* _RECORDS TO PROCESS_:
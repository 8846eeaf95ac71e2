import { eq } from "drizzle-orm";
import type { Db } from "../../db/client.ts";
import { studioSettings } from "../../db/schema.ts";
import type { StudioSettings } from "../../../shared/schemas/settings.ts";

export const DEFAULT_SETTINGS: StudioSettings = {
  studioName: "My framing studio",
  studioAddress: null,
  unit: "mm",
  vocabulary: "mount",
  paperSize: "A4",
  currency: "GBP",
  minOverlapMm: 5,
  rebateClearanceMm: 2,
};

export function getSettings(db: Db): StudioSettings {
  const row = db.select().from(studioSettings).where(eq(studioSettings.id, 1)).get();
  if (!row) return DEFAULT_SETTINGS;
  const { id: _id, createdAt: _c, updatedAt: _u, ...rest } = row;
  return rest;
}

export function saveSettings(db: Db, s: StudioSettings): StudioSettings {
  db.insert(studioSettings)
    .values({ id: 1, ...s })
    .onConflictDoUpdate({ target: studioSettings.id, set: { ...s, updatedAt: new Date() } })
    .run();
  return getSettings(db);
}
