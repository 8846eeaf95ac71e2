import { Link } from "react-router";
import { CLIENT_KIND_LABELS } from "@shared/schemas/clients.ts";
import { can } from "@shared/permissions.ts";
import { useMe } from "@/features/session/api/session.ts";
import { useClients } from "@/features/clients/api/clients.ts";
import { ButtonLink } from "@/components/ui/button.tsx";
import { EmptyState, Notice, SkeletonRows } from "@/components/ui/feedback.tsx";

export function Component() {
  const { data: user } = useMe();
  const clients = useClients();
  return (
    <div className="space-y-5">
      <header className="flex flex-wrap items-end justify-between gap-4">
        <div>
          <h1 className="text-2xl font-bold tracking-tight">Clients</h1>
          <p className="text-sm text-graphite">Private owners and institutions whose works the studio looks after.</p>
        </div>
        {can(user, "client:write") && <ButtonLink to="/clients/new">New client</ButtonLink>}
      </header>
      <section className="rounded-card bg-paper-sheet shadow-card" aria-label="Clients">
        {clients.isPending ? (
          <SkeletonRows />
        ) : clients.isError ? (
          <div className="p-4"><Notice tone="fail">{clients.error.message}</Notice></div>
        ) : clients.data.length === 0 ? (
          <div className="p-4">
            <EmptyState title="No clients yet" action={can(user, "client:write") ? <ButtonLink to="/clients/new">Add the first client</ButtonLink> : undefined}>
              Each object belongs to a client: a private owner or an institution.
            </EmptyState>
          </div>
        ) : (
          <table className="w-full text-sm">
            <thead className="border-b border-stone text-left text-ink-soft">
              <tr>
                <th scope="col" className="px-4 py-2.5 font-semibold">Name</th>
                <th scope="col" className="px-4 py-2.5 font-semibold">Kind</th>
                <th scope="col" className="px-4 py-2.5 font-semibold">Contact</th>
                <th scope="col" className="px-4 py-2.5 text-right font-semibold">Objects</th>
              </tr>
            </thead>
            <tbody>
              {clients.data.map((c) => (
                <tr key={c.id} className="border-b border-stone-light last:border-0">
                  <td className="px-4 py-3 font-semibold">
                    <Link to={`/clients/${c.id}`} className="text-accent hover:underline">{c.name}</Link>
                  </td>
                  <td className="px-4 py-3 text-ink-soft">{CLIENT_KIND_LABELS[c.kind]}</td>
                  <td className="px-4 py-3 text-ink-soft">{[c.contactName, c.email].filter(Boolean).join(" · ") || "—"}</td>
                  <td className="px-4 py-3 text-right num">{c.objectCount}</td>
                </tr>
              ))}
            </tbody>
          </table>
        )}
      </section>
    </div>
  );
}
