import { Link, useParams } from "react-router";
import { can } from "@shared/permissions.ts";
import { lengthInputValue } from "@shared/domain/units.ts";
import type { ObjectRecord } from "@shared/schemas/objects.ts";
import { useMe } from "@/features/session/api/session.ts";
import { useStudio } from "@/features/settings/api/settings.ts";
import { useObject } from "@/features/objects/api/objects.ts";
import { useObjectPlan, useSavePlan } from "@/features/planner/api/plans.ts";
import { Planner } from "@/features/planner/components/planner.tsx";
import { defaultValues, fromInput, type PlannerValues } from "@/features/planner/lib/planner-values.ts";
import { ErrorNotice, Notice, SkeletonRows } from "@/components/ui/feedback.tsx";
import { formatDateTime } from "@/lib/format.ts";

/** A new plan starts from the object record: its sheet, image area and sensitivities. */
function fromObject(o: ObjectRecord, base: PlannerValues): PlannerValues {
  const u = base.unit;
  const v = structuredClone(base);
  v.sheetW = lengthInputValue(o.sheetWidthMm, u);
  v.sheetH = lengthInputValue(o.sheetHeightMm, u);
  const b = [o.borderLeftMm, o.borderTopMm, o.borderRightMm, o.borderBottomMm];
  if (b.some((x) => x !== null)) {
    v.hasImageBorders = true;
    v.ib = {
      left: lengthInputValue(o.borderLeftMm ?? 0, u),
      top: lengthInputValue(o.borderTopMm ?? 0, u),
      right: lengthInputValue(o.borderRightMm ?? 0, u),
      bottom: lengthInputValue(o.borderBottomMm ?? 0, u),
    };
  }
  v.object = { objectType: o.objectType, photoProcess: o.photoProcess ?? "", sensitivities: o.sensitivities };
  return v;
}

export function Component() {
  const { id = "" } = useParams();
  const { data: user } = useMe();
  const { settings, words } = useStudio();
  const object = useObject(id);
  const draft = useObjectPlan(id);
  const save = useSavePlan(id);

  if (object.isError) return <ErrorNotice title="Object not found" error={object.error} />;
  if (!settings || object.isPending || draft.isPending) return <SkeletonRows />;
  const o = object.data;
  const base = defaultValues(settings.unit, settings.minOverlapMm);
  const initial = draft.data ? fromInput(draft.data.input, fromObject(o, base)) : fromObject(o, base);
  const writable = can(user, "plan:write", { clientId: o.clientId });

  return (
    <div className="space-y-5 print:space-y-2">
      <header className="flex flex-wrap items-end justify-between gap-3">
        <div>
          <p className="hidden text-xs text-graphite print:block">
            {settings.studioName} · printed {formatDateTime(new Date().toISOString())}
          </p>
          <p className="text-sm font-semibold text-accent num">
            <Link to={`/objects/${o.id}`} className="hover:underline">
              {o.objectNumber}
            </Link>
          </p>
          <h1 className="text-2xl font-bold tracking-tight print:text-lg">
            {words.Mount} plan · {o.title}
          </h1>
          <p className="text-sm text-graphite print:hidden">
            {draft.data ? `Draft saved ${formatDateTime(draft.data.updatedAt)}.` : "No draft saved yet: the sheet and its border come from the object record."} The mounting record
            that uses this plan comes next.
          </p>
        </div>
      </header>
      <Planner
        key={draft.data?.version ?? 0}
        settings={{ unit: settings.unit, minOverlapMm: settings.minOverlapMm, rebateClearanceMm: settings.rebateClearanceMm, framePresets: settings.framePresets, words }}
        initial={initial}
        onSave={writable ? async (input) => void (await save.mutateAsync({ input, version: draft.data?.version })) : undefined}
        saveState={
          save.isSuccess ? (
            <Notice tone="pass" title="Draft saved">
              The plan is kept on the object as a draft.
            </Notice>
          ) : undefined
        }
      />
    </div>
  );
}
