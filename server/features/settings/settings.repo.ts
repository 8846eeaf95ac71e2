import fsp from "node:fs/promises";
import { eq } from "drizzle-orm";
import type { Db } from "../../db/client.ts";
import { studioSettings } from "../../db/schema.ts";
import { createStorage } from "../../lib/storage.ts";
import type { StudioSettings, StudioSettingsRecord } from "../../../shared/schemas/settings.ts";

/** What a studio starts with before anything is saved; the demo seed starts from it too. */
export const DEFAULT_STUDIO_SETTINGS: StudioSettings & Pick<StudioSettingsRecord, "framePresets"> = {
  studioName: "My framing studio",
  studioAddress: null,
  studioContact: null,
  unit: "mm",
  vocabulary: "mount",
  paperSize: "A4",
  currency: "GBP",
  minOverlapMm: 5,
  rebateClearanceMm: 2,
  checkIntervalMonths: 24,
  checkIntervalOnLoanMonths: 12,
  framePresets: [],
};
export const DEFAULT_SETTINGS: StudioSettingsRecord = { ...DEFAULT_STUDIO_SETTINGS, hasLogo: false };

// Settings are read on most requests and written rarely: keep the row in memory, per database.
const cache = new WeakMap<Db, StudioSettingsRecord>();

export function getSettings(db: Db): StudioSettingsRecord {
  const cached = cache.get(db);
  if (cached) return cached;
  const row = db.select().from(studioSettings).where(eq(studioSettings.id, 1)).get();
  if (!row) return DEFAULT_SETTINGS;
  const { id: _id, createdAt: _c, updatedAt: _u, logoKey, ...rest } = row;
  const record: StudioSettingsRecord = { ...rest, hasLogo: !!logoKey };
  cache.set(db, record);
  return record;
}

export function saveSettings(db: Db, update: StudioSettings): StudioSettingsRecord {
  // The logo is not part of the update: it is set and removed only by setLogoKey, and kept here.
  const stored: StudioSettings & Pick<StudioSettingsRecord, "framePresets"> = { ...update, framePresets: update.framePresets ?? getSettings(db).framePresets };
  db.insert(studioSettings)
    .values({ id: 1, ...stored })
    .onConflictDoUpdate({ target: studioSettings.id, set: { ...stored, updatedAt: new Date() } })
    .run();
  cache.delete(db);
  return getSettings(db);
}

/** The storage key of the studio's logo, or null. */
export function getLogoKey(db: Db): string | null {
  return db.select({ logoKey: studioSettings.logoKey }).from(studioSettings).where(eq(studioSettings.id, 1)).get()?.logoKey ?? null;
}

/** Sets (or, with null, clears) the logo; returns the key it replaced. Creates the settings row with the defaults if there is none. */
export function setLogoKey(db: Db, key: string | null): string | null {
  const previous = getLogoKey(db);
  db.insert(studioSettings)
    .values({ id: 1, ...DEFAULT_STUDIO_SETTINGS, logoKey: key })
    .onConflictDoUpdate({ target: studioSettings.id, set: { logoKey: key, updatedAt: new Date() } })
    .run();
  cache.delete(db);
  return previous;
}

/** The logo's PNG bytes for documents, or null when there is none or its file is missing or unreadable. */
export async function getLogo(db: Db, uploadsDir: string | undefined): Promise<Buffer | null> {
  if (!uploadsDir) return null;
  const key = getLogoKey(db);
  if (!key) return null;
  try {
    return await fsp.readFile(createStorage(uploadsDir).path(key));
  } catch {
    return null;
  }
}
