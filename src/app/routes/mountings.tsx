import { ATTACHMENT_METHODS } from "@shared/schemas/mount-plan.ts";
import {
  ATTACHMENT_METHOD_LABELS,
  BOARD_GRADE_LABELS,
  GLAZING_TYPE_LABELS,
  MOUNTING_REASON_LABELS,
  MOUNTING_STATUSES,
  MOUNTING_STATUS_LABELS,
  MountingListQuerySchema,
  type MountingListItem,
  type MountingStatus,
} from "@shared/schemas/mountings.ts";
import { can } from "@shared/permissions.ts";
import { useMe } from "@/features/session/api/session.ts";
import { useMountingsRegister } from "@/features/mountings-register/api/mountings-register.ts";
import { DocumentButton } from "@/features/documents/components/document-button.tsx";
import { SearchInput } from "@/components/ui/field.tsx";
import { ClearFilters, DateFilter, EnumFilter, RecordFilter } from "@/components/ui/filters.tsx";
import { DataTable, objectNumberColumn, type Column } from "@/components/ui/data-table.tsx";
import { ListSection, noItems, PageHeader } from "@/components/ui/list-page.tsx";
import { ButtonLink } from "@/components/ui/button.tsx";
import { Badge, EmptyState, Notice } from "@/components/ui/feedback.tsx";
import { Pagination } from "@/components/ui/pagination.tsx";
import { formatDate } from "@/lib/format.ts";
import { useSearchState, useSearchText } from "@/lib/use-search-state.ts";

const PAGE_SIZE = 50;
const label = (labels: Record<string, string>, v: string | null) => (v ? (labels[v] ?? v) : "—");
const SearchSchema = MountingListQuerySchema.omit({ pageSize: true });

function MountingStatusBadge({ status }: { status: MountingStatus }) {
  return <Badge tone={status === "completed" ? "accent" : status === "draft" ? "warn" : "neutral"}>{MOUNTING_STATUS_LABELS[status]}</Badge>;
}

/** The batches of the record's current revision; a batch found only in an earlier revision is said so. */
function Batches({ m, searched }: { m: MountingListItem; searched?: string }) {
  const earlier = !!searched && !m.batches.some((b) => b.toLowerCase() === searched.toLowerCase());
  return (
    <>
      {m.batches.length === 0 ? (
        <span className="text-graphite">—</span>
      ) : (
        m.batches.map((b) => (
          <span key={b} className="block num">
            {b}
          </span>
        ))
      )}
      {earlier && <span className="mt-0.5 block text-xs text-graphite">{searched} in an earlier revision</span>}
    </>
  );
}

const columns = (batch: string | undefined): Column<MountingListItem>[] => [
  { key: "mounted", header: "Mounted", align: "right", th: "whitespace-nowrap", td: "whitespace-nowrap num", cell: (m) => formatDate(m.mountedOn) },
  objectNumberColumn(),
  { key: "title", header: "Title", cell: (m) => m.objectTitle },
  { key: "framer", header: "Framer", td: "text-ink-soft", cell: (m) => m.framerName },
  { key: "reason", header: "Reason", td: "text-ink-soft", cell: (m) => label(MOUNTING_REASON_LABELS, m.reason) },
  { key: "method", header: "Method", cell: (m) => label(ATTACHMENT_METHOD_LABELS, m.method) },
  { key: "boards", header: "Boards", td: "text-ink-soft", cell: (m) => label(BOARD_GRADE_LABELS, m.boardGrade) },
  { key: "glazing", header: "Glazing", td: "text-ink-soft", cell: (m) => label(GLAZING_TYPE_LABELS, m.glazing) },
  { key: "batches", header: "Batches", td: "whitespace-nowrap", cell: (m) => <Batches m={m} searched={batch} /> },
  { key: "status", header: "Status", cell: (m) => <MountingStatusBadge status={m.status} /> },
];

/** The mountings register: every mounting record across objects, to answer "which objects used board from batch X?". */
export function Component() {
  const { data: user } = useMe();
  const allowed = can(user, "mounting:list");
  const { state, set: update } = useSearchState(SearchSchema, { names: { framerId: "framer" } });
  const { framerId, from, to, method, status, page } = state;
  const search = useSearchText(state.batch, (batch) => update({ batch }));
  const batch = search.debounced;

  const list = useMountingsRegister({ framerId, from, to, method, status, batch: batch || undefined, page, pageSize: PAGE_SIZE }, allowed);
  const otherFilters = !!(framerId || from || to || method || status);
  const filtered = otherFilters || !!batch;
  const backwards = !!from && !!to && from > to;

  if (user && !allowed) {
    return (
      <div className="space-y-5">
        <h1 className="text-2xl font-bold tracking-tight">Mountings</h1>
        <Notice title="For studio staff">The mountings register lists the studio's work on every client's objects. Each object's own mountings are on its page.</Notice>
      </div>
    );
  }

  return (
    <div className="space-y-5">
      <PageHeader
        gap="gap-3"
        title="Mountings"
        intro="Every mounting record across objects, newest first. Type a board's batch number to find every object mounted with board from that batch."
        actions={
          list.data &&
          list.data.items.length > 0 && (
            <DocumentButton
              url="/api/documents/workshop-sheet"
              label={`Workshop sheet for these ${list.data.items.length}`}
              body={{ mountingIds: list.data.items.map((m) => m.id) }}
              fallbackName="workshop-sheet.pdf"
            />
          )
        }
      />

      <search aria-label="Filter mountings" className="flex flex-wrap items-center gap-3">
        <label className="sr-only" htmlFor="mountings-batch">
          Board batch
        </label>
        <SearchInput id="mountings-batch" placeholder="Board batch, e.g. MB-2291" value={search.text} onChange={(e) => search.setText(e.target.value)} className="max-w-56" />
        <RecordFilter label="Framer" any="Any framer" items={list.data?.framers} value={framerId} onChange={(v) => update({ framerId: v })} />
        <DateFilter label="Mounted from" value={from} onChange={(v) => update({ from: v })} />
        <DateFilter label="to" value={to} onChange={(v) => update({ to: v })} />
        <EnumFilter label="Method" any="Any method" values={ATTACHMENT_METHODS} labels={ATTACHMENT_METHOD_LABELS} value={method} onChange={(v) => update({ method: v })} />
        <EnumFilter label="Status" any="Any status" values={MOUNTING_STATUSES} labels={MOUNTING_STATUS_LABELS} value={status} onChange={(v) => update({ status: v })} />
        <ClearFilters
          shown={filtered}
          onClear={() => {
            search.setText("");
            update({ batch: undefined, framerId: undefined, from: undefined, to: undefined, method: undefined, status: undefined });
          }}
        />
      </search>

      {backwards && (
        <Notice tone="warn" title="The dates are the wrong way round">
          “Mounted from” ({formatDate(from)}) is after “to” ({formatDate(to)}), so no mounting can fall between them.
        </Notice>
      )}
      {batch && list.data && list.data.total > 0 && (
        <p className="text-sm text-ink-soft" role="status">
          Mounting records with board from batch <span className="font-semibold num">{batch}</span>, in any revision of the record.
        </p>
      )}

      <ListSection
        label="Mountings"
        busy={list.isFetching}
        query={list}
        errorTitle="The mountings register could not be loaded"
        isEmpty={noItems}
        empty={
          batch ? (
            <EmptyState title={`No mounting used board from batch ${batch}`}>
              The batch is matched whole, in capitals or not; check the number on the board's label{otherFilters ? ", or clear the other filters" : ""}.
            </EmptyState>
          ) : filtered ? (
            <EmptyState title="No mounting matches">Widen the dates, or clear the filters.</EmptyState>
          ) : (
            <EmptyState title="No mountings yet" action={<ButtonLink to="/objects">Open the register</ButtonLink>}>
              Every mounting, reframing and correction recorded on an object's page is listed here, with its materials and their batch numbers. Start from an object.
            </EmptyState>
          )
        }
      >
        {(data) => (
          <>
            <DataTable columns={columns(batch || undefined)} rows={data.items} rowKey={(m) => m.id} rowClassName="border-b border-stone-light align-top hover:bg-paper-deep/60" />
            <Pagination page={page} pageSize={PAGE_SIZE} total={data.total} onPage={(p) => update({ page: p }, null)} />
          </>
        )}
      </ListSection>
    </div>
  );
}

* _TASK ITEM_: Word for word, restate the lines of the data above that fall between the line holding "(m) => label(BOARD_GRADE_LABELS, m.boardGrade)" and the line holding "state, set: update", inclusive, and no other lines.

* _SOLUTION FOR THIS PROBLEM_:
  { key: "boards", header: "Boards", td: "text-ink-soft", cell: (m) => label(BOARD_GRADE_LABELS, m.boardGrade) },
  { key: "glazing", header: "Glazing", td: "text-ink-soft", cell: (m) => label(GLAZING_TYPE_LABELS, m.glazing) },
  { key: "batches", header: "Batches", td: "whitespace-nowrap", cell: (m) => <Batches m={m} searched={batch} /> },
  { key: "status", header: "Status", cell: (m) => <MountingStatusBadge status={m.status} /> },
];

/** The mountings register: every mounting record across objects, to answer "which objects used board from batch X?". */
export function Component() {
  const { data: user } = useMe();
  const allowed = can(user, "mounting:list");
  const { state, set: update } = useSearchState(SearchSchema, { names: { framerId: "framer" } });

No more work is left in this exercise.